■ Exercise brief:
Search the listing for the word "pouch". Copy every line where it is found.

----

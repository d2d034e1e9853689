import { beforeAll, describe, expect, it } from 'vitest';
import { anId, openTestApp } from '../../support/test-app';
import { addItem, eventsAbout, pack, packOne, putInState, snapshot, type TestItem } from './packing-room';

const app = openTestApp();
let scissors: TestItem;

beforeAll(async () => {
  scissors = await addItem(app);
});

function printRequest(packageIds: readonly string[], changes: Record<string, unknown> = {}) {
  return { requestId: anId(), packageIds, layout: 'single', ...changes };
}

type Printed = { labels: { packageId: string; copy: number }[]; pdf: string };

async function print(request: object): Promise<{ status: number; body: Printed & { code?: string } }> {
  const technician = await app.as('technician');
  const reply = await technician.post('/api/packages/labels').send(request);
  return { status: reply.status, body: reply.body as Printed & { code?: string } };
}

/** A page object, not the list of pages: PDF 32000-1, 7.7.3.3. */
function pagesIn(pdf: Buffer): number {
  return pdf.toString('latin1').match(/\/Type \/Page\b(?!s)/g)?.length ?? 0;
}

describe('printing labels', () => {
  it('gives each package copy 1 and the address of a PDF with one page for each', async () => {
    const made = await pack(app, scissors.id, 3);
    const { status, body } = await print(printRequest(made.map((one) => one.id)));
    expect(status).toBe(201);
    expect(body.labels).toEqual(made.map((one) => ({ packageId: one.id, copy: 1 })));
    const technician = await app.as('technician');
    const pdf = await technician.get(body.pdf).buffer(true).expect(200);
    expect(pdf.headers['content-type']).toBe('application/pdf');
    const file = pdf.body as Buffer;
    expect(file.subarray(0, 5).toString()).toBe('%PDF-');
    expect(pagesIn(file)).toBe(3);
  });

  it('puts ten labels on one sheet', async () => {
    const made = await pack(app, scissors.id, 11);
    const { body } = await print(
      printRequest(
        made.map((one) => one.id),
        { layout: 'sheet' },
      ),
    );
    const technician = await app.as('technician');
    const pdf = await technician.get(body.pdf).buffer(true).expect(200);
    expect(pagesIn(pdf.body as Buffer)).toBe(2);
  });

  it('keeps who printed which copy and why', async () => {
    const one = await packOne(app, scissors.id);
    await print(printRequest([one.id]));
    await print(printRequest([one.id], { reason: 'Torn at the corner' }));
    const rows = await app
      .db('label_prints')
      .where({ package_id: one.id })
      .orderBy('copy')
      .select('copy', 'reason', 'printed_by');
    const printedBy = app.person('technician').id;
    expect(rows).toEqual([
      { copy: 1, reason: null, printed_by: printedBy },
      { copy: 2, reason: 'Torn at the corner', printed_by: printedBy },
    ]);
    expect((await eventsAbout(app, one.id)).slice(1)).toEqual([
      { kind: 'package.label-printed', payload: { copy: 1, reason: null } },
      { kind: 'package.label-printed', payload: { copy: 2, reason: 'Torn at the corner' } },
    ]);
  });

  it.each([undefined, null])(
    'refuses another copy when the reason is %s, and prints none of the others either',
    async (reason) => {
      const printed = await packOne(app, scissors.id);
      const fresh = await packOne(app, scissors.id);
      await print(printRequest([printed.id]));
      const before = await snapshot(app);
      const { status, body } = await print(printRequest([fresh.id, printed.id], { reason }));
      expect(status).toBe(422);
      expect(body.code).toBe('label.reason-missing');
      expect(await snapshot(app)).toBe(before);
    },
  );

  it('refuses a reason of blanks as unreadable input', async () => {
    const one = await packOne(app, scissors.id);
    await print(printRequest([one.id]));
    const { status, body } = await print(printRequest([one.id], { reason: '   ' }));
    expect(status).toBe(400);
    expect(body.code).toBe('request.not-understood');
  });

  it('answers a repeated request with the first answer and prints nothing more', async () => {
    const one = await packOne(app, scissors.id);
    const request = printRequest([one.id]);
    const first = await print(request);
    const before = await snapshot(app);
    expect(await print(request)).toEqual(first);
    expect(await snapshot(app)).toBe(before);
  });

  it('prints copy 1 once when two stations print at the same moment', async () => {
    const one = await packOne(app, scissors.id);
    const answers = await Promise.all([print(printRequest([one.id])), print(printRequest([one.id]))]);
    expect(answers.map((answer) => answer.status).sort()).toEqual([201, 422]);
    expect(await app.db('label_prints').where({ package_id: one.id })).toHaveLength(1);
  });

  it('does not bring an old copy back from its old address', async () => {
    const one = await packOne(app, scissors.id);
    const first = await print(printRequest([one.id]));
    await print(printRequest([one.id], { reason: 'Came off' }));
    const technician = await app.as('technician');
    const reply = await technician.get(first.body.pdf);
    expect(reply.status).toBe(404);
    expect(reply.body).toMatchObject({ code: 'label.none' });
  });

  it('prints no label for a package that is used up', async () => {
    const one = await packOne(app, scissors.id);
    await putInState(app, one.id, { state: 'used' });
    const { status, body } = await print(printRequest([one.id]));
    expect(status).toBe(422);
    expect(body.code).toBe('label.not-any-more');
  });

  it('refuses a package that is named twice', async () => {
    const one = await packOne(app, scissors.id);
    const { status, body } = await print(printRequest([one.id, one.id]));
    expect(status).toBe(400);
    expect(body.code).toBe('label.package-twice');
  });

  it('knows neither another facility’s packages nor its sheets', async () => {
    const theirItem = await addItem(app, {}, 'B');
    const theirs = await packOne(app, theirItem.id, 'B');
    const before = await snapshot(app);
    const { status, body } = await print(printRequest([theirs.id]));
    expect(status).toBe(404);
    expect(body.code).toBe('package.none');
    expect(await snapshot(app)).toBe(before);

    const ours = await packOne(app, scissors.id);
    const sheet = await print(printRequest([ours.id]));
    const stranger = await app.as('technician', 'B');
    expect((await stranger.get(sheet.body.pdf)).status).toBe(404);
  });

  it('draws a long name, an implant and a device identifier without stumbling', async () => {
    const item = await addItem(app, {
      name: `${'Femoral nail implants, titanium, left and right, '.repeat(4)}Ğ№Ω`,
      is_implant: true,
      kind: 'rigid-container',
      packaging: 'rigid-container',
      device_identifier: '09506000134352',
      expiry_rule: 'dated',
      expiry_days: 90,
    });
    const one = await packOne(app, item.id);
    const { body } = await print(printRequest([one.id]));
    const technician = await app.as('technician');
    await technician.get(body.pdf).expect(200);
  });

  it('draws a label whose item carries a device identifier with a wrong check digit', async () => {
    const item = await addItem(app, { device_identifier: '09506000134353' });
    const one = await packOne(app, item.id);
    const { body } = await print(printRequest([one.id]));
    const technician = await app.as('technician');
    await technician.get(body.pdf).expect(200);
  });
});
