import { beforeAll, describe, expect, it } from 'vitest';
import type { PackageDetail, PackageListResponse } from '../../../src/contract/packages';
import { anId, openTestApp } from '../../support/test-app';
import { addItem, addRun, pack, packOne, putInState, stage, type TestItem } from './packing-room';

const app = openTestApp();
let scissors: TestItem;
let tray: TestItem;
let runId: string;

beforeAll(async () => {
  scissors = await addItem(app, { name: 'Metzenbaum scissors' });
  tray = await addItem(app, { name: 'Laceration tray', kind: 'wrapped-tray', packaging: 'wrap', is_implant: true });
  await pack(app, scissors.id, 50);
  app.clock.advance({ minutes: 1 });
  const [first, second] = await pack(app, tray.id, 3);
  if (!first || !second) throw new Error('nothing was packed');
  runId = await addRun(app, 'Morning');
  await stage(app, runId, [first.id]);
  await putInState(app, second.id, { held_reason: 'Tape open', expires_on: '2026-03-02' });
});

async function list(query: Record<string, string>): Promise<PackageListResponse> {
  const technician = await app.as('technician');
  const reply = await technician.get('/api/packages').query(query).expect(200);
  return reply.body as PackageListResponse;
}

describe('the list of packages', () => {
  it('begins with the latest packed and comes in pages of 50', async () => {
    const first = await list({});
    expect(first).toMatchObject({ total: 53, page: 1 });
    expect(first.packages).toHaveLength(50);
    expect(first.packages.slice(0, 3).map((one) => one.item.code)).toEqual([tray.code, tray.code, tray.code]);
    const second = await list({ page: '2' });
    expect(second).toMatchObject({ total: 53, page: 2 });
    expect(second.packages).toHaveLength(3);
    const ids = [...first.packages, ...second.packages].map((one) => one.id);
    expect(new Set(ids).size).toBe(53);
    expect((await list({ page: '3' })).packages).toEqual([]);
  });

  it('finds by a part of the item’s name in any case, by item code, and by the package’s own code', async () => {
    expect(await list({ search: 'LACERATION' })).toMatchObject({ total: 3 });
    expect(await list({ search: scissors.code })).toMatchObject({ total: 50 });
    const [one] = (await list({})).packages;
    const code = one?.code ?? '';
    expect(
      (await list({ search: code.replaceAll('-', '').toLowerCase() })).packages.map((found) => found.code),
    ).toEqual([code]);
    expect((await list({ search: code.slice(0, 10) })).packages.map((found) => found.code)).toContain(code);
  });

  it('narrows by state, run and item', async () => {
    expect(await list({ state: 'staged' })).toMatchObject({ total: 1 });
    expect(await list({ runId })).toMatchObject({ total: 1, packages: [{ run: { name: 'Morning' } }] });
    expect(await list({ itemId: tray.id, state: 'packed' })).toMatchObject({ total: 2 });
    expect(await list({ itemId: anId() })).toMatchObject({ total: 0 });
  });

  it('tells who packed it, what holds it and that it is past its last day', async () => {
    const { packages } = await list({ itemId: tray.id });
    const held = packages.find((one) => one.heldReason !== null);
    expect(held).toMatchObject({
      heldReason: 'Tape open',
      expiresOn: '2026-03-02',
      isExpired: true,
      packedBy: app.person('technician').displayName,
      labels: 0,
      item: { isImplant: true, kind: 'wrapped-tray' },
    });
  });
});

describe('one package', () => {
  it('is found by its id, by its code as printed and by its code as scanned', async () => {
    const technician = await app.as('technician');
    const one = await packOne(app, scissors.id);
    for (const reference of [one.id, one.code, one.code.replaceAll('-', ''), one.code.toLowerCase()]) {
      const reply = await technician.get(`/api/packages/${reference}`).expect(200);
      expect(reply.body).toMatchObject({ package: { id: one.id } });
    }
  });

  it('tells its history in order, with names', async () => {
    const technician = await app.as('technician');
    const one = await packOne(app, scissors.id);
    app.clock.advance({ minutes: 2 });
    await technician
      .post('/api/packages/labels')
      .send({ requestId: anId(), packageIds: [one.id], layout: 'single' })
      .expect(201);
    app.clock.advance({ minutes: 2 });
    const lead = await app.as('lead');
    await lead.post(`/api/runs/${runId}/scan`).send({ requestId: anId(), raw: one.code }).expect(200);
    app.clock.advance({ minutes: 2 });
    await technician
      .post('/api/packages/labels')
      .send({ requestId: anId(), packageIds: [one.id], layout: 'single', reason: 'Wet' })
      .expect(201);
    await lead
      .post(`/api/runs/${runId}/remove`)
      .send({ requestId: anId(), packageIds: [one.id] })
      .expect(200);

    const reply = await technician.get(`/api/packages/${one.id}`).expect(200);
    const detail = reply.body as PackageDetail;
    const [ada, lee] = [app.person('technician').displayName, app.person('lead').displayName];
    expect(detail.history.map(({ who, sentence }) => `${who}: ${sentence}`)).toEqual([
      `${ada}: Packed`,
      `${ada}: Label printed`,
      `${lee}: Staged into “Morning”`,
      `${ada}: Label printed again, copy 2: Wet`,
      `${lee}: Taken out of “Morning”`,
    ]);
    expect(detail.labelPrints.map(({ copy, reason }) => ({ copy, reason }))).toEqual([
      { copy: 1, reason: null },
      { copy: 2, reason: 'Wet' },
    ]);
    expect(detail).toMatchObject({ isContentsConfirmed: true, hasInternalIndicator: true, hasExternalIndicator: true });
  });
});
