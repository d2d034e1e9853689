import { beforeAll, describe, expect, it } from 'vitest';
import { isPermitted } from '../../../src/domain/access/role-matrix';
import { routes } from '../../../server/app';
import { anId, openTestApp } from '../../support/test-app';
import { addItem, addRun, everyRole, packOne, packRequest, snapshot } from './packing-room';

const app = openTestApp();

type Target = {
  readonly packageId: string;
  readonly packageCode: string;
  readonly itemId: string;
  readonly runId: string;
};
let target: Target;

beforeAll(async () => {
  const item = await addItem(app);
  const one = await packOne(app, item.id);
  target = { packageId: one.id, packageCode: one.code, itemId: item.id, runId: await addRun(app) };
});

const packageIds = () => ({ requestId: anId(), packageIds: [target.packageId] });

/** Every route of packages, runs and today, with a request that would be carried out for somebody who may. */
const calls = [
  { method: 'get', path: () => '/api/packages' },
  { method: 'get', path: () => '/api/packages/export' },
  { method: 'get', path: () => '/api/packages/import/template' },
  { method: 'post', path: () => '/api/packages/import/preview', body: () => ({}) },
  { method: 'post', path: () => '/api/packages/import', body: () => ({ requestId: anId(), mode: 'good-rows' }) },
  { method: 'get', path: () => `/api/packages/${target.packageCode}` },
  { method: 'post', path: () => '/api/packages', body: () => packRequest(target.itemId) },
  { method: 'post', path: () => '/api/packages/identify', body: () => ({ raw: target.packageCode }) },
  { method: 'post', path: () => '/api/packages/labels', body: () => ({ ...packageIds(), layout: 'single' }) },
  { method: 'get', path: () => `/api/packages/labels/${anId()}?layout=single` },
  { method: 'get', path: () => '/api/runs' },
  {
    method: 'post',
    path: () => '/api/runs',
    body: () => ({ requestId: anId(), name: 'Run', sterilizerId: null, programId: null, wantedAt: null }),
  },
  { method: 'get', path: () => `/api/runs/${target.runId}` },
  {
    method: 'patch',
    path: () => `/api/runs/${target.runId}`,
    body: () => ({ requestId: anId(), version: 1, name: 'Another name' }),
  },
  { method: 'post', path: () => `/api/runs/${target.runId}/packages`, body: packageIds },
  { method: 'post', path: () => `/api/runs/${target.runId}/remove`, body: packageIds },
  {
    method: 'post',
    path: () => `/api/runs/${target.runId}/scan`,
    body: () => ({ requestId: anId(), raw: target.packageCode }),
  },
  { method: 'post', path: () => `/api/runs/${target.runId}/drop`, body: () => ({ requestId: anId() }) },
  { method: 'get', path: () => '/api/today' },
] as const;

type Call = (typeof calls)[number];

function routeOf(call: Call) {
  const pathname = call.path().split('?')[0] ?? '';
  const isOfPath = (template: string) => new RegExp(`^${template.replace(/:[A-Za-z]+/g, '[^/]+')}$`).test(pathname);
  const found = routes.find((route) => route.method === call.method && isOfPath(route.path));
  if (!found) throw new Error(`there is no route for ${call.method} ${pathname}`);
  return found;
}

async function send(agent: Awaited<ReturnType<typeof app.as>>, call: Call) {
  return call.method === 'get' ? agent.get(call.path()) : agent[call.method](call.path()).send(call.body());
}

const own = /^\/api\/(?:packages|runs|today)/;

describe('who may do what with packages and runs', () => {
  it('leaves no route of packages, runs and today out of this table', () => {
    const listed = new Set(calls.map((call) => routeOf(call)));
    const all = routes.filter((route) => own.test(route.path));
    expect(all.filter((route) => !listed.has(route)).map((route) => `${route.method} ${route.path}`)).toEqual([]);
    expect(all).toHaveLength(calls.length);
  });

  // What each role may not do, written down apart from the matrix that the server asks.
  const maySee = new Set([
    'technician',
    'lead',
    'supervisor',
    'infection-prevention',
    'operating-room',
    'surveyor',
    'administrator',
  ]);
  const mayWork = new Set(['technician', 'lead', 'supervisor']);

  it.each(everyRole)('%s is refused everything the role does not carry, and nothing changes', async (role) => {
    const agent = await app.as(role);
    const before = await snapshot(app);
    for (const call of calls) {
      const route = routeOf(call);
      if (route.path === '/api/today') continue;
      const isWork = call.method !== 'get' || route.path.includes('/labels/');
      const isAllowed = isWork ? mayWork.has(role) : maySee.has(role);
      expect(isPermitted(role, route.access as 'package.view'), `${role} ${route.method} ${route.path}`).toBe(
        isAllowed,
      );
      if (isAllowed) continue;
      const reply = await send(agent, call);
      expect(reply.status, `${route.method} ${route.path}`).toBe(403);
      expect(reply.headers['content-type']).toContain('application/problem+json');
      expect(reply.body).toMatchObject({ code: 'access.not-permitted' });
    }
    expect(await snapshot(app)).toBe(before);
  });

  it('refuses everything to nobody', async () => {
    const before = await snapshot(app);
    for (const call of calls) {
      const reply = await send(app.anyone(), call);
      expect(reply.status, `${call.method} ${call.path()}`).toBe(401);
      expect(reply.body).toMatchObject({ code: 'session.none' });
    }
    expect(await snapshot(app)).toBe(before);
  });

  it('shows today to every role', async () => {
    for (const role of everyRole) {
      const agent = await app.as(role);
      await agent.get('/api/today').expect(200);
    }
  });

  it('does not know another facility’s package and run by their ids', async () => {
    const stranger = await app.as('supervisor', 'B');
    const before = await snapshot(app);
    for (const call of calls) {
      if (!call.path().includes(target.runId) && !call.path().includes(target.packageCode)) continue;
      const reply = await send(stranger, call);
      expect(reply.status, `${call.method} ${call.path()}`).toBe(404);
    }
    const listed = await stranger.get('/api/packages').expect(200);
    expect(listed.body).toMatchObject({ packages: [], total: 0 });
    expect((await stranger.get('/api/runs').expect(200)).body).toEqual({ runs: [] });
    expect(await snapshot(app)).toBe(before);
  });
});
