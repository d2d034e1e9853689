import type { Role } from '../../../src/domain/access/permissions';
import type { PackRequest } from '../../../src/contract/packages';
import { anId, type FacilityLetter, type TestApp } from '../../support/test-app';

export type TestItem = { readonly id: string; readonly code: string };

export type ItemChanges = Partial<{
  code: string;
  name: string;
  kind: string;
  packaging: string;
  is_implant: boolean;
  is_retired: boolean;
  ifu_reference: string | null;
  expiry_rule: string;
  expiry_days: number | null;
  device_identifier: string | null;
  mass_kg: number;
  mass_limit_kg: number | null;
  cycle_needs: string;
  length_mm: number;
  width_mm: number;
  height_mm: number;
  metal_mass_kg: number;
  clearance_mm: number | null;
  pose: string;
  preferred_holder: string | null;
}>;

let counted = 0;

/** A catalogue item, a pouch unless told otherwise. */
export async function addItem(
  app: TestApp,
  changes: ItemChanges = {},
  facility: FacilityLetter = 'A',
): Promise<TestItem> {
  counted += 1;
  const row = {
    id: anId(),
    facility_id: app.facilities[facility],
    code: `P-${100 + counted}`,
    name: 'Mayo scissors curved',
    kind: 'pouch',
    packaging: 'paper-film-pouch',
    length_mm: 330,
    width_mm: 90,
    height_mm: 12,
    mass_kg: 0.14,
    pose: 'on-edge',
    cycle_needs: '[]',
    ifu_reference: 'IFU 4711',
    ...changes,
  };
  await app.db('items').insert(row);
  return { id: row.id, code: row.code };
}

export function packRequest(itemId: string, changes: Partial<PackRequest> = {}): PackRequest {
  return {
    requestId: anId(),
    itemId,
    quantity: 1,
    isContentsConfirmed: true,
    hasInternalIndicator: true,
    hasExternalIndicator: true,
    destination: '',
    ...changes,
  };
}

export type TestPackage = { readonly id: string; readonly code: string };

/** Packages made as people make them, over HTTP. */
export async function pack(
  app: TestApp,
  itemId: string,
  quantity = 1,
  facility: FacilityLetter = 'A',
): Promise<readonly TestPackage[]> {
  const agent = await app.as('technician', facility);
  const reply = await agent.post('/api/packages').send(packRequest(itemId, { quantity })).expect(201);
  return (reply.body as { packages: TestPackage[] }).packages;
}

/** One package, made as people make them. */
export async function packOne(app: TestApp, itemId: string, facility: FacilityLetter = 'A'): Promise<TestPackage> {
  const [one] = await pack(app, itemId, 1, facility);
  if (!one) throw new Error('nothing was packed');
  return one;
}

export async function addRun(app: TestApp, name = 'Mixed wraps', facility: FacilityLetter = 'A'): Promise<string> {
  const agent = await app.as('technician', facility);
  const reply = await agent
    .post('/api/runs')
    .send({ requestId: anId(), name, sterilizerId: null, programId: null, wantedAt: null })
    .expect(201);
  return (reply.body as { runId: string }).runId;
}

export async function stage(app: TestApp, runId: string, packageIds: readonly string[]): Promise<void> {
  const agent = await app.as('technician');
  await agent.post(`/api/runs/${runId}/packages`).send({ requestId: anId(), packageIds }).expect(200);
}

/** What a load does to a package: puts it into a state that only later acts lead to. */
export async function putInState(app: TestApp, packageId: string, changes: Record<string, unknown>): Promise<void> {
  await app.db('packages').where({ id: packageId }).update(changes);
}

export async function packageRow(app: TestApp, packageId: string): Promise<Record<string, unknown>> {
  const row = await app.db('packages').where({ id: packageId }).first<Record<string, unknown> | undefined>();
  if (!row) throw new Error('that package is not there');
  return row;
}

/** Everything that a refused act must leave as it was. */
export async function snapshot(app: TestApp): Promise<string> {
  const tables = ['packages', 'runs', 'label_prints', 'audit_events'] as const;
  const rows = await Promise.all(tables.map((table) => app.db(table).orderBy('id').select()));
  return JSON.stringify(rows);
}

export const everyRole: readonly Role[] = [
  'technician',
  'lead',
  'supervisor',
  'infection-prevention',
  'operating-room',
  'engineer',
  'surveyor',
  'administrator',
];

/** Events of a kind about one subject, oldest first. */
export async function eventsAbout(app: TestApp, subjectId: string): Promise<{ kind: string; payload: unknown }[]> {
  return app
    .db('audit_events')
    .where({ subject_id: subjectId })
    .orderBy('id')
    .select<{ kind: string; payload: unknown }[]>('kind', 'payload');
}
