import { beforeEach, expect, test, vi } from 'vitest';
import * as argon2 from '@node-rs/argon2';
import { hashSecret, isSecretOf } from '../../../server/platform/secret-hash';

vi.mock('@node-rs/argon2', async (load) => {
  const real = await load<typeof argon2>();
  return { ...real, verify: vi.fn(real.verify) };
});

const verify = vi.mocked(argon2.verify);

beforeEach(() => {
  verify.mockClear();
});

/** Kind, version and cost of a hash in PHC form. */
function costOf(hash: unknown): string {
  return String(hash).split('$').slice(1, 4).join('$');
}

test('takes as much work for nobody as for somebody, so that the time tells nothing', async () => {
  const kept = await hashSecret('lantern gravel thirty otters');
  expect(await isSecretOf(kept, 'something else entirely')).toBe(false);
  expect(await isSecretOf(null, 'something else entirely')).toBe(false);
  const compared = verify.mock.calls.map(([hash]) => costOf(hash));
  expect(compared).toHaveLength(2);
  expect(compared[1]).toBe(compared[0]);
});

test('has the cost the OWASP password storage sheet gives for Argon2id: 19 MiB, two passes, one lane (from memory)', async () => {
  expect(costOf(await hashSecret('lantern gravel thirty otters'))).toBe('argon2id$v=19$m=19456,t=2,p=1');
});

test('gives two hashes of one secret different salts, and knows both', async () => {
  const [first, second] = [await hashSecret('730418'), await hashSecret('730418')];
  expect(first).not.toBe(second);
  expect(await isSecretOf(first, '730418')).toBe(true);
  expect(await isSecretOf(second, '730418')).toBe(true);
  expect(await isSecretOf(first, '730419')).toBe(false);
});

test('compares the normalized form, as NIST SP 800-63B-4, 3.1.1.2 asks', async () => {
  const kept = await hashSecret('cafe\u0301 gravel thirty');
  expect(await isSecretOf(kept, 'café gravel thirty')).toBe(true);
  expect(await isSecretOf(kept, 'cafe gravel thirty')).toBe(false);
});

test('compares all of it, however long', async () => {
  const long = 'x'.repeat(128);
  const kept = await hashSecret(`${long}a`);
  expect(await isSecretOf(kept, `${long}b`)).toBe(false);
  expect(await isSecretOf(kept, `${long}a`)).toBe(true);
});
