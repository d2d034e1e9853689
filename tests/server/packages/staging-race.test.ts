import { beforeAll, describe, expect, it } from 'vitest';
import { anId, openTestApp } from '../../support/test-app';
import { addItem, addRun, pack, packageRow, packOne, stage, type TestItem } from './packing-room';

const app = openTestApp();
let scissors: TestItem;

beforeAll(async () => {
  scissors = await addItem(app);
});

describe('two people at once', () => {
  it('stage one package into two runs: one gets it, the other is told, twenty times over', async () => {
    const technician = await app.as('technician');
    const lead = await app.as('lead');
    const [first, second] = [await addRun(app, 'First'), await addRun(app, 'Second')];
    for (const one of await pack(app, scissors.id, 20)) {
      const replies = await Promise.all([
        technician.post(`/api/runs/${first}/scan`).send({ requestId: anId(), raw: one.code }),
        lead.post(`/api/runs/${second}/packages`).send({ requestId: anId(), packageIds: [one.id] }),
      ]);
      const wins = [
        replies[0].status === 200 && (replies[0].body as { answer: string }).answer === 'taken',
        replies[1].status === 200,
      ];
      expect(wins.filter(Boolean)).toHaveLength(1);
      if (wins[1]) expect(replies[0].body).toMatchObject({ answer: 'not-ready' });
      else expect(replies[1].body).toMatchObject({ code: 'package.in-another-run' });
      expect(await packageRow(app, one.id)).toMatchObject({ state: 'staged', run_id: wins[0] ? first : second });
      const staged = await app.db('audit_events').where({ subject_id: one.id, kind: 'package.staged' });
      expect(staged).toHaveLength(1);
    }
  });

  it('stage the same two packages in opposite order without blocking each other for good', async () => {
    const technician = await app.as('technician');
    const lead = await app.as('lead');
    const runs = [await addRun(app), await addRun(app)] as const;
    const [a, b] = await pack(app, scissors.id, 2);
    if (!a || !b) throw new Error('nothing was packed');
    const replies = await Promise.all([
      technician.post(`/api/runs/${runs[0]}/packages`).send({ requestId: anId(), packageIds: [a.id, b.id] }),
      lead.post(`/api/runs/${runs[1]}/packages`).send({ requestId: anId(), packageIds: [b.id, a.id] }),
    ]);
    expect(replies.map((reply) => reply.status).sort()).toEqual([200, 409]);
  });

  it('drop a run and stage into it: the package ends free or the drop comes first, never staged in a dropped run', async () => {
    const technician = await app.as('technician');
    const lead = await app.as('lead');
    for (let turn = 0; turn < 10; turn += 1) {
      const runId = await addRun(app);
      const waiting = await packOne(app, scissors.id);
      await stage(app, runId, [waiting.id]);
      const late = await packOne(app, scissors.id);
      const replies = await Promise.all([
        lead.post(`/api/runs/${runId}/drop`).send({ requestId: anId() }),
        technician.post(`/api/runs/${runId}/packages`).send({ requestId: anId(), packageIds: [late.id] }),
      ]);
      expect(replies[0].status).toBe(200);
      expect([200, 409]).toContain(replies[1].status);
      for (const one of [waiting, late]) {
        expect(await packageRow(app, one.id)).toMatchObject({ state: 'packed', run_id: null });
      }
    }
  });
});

----

■ Solution to the exercise:
/** A catalogue item, a pouch unless told otherwise. */
    kind: 'pouch',
    packaging: 'paper-film-pouch',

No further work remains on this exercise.